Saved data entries
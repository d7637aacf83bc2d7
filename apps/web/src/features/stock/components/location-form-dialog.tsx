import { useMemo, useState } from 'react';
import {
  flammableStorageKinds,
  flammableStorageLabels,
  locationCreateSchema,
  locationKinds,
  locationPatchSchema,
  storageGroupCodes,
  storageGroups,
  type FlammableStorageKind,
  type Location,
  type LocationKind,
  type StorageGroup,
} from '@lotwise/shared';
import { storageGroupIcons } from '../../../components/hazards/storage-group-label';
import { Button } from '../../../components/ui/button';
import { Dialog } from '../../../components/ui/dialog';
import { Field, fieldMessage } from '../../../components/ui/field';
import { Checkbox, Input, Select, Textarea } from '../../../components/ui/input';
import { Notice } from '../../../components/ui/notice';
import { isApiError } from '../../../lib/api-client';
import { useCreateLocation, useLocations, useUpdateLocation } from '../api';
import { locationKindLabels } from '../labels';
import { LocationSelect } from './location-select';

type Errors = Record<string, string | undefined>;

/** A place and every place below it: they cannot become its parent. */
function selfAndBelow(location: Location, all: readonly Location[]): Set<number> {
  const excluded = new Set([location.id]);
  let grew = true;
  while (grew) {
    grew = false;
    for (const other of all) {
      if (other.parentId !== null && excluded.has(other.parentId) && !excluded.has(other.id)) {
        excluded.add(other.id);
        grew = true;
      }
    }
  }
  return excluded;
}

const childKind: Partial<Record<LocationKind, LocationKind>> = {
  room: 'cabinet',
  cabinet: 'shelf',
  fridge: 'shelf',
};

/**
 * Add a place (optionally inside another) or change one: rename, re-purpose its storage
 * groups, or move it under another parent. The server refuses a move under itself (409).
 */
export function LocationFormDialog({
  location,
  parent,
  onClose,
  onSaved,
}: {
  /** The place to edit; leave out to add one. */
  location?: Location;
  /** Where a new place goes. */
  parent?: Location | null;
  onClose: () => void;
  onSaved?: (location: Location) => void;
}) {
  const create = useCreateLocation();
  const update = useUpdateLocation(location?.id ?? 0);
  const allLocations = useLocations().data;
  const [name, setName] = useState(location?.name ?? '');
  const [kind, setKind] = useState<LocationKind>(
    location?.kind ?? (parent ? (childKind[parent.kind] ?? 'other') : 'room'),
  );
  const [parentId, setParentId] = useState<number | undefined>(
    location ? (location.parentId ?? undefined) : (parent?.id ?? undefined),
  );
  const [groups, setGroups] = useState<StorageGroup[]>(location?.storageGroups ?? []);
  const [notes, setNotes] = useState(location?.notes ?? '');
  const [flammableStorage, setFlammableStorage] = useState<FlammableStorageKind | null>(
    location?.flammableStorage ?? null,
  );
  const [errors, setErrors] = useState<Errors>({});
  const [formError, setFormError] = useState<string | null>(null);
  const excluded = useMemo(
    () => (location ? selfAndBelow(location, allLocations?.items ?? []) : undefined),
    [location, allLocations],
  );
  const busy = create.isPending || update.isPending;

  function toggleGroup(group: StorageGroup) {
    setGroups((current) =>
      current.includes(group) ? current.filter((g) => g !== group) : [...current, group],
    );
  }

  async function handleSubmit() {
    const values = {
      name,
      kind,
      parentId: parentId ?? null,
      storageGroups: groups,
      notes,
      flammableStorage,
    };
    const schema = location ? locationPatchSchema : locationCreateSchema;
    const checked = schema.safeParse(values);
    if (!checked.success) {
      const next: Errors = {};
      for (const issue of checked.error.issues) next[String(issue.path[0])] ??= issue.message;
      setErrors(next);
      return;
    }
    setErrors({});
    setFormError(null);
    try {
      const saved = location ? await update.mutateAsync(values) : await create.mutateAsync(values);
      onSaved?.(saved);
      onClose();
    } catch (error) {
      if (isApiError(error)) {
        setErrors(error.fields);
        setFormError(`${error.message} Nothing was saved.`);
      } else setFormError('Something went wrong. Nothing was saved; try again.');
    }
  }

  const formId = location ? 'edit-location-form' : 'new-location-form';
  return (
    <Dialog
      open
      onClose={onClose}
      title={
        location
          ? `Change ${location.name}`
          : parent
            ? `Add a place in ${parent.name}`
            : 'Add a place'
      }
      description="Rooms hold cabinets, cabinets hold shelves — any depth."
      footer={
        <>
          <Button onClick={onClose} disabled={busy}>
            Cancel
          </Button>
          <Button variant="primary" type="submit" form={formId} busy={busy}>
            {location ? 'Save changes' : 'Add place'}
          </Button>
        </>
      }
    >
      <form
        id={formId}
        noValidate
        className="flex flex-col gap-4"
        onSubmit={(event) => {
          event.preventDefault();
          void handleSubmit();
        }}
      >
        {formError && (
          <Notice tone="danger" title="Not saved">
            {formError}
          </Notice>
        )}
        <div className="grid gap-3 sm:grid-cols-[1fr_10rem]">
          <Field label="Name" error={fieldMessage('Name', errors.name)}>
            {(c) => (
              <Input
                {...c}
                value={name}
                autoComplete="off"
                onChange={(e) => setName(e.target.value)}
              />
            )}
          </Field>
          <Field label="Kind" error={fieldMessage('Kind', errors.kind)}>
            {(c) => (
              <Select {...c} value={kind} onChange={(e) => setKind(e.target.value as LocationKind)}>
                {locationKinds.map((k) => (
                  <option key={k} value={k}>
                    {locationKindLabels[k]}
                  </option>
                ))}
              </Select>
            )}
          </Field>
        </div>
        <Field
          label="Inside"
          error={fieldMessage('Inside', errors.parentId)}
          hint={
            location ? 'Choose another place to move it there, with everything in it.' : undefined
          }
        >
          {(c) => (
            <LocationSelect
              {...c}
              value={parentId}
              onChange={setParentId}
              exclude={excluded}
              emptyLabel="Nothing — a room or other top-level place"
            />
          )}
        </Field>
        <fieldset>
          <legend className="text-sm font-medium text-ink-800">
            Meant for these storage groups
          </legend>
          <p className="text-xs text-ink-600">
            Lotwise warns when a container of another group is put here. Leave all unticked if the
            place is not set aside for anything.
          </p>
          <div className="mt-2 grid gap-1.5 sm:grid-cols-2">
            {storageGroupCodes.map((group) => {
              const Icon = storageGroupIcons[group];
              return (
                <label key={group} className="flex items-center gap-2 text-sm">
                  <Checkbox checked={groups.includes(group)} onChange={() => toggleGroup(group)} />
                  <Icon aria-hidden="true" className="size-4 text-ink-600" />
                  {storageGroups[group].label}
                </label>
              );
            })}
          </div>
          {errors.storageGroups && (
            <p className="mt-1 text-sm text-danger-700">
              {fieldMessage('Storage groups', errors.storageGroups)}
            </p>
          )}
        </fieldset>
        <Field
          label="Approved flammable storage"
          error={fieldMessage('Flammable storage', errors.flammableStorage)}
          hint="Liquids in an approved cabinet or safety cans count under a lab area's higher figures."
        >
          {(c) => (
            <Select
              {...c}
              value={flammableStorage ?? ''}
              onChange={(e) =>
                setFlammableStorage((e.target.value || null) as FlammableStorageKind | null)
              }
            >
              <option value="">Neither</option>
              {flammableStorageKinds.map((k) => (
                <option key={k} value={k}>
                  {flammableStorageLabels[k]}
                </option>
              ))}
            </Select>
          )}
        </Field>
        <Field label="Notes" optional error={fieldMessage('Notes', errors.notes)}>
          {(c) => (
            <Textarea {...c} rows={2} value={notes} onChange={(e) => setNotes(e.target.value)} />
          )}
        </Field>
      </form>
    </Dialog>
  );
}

TASK GOAL
Check each line of the data for "import". Copy the lines where it turns up.

EXPECTED ANSWER
import { useMemo, useState } from 'react';
import {
import { storageGroupIcons } from '../../../components/hazards/storage-group-label';
import { Button } from '../../../components/ui/button';
import { Dialog } from '../../../components/ui/dialog';
import { Field, fieldMessage } from '../../../components/ui/field';
import { Checkbox, Input, Select, Textarea } from '../../../components/ui/input';
import { Notice } from '../../../components/ui/notice';
import { isApiError } from '../../../lib/api-client';
import { useCreateLocation, useLocations, useUpdateLocation } from '../api';
import { locationKindLabels } from '../labels';
import { LocationSelect } from './location-select';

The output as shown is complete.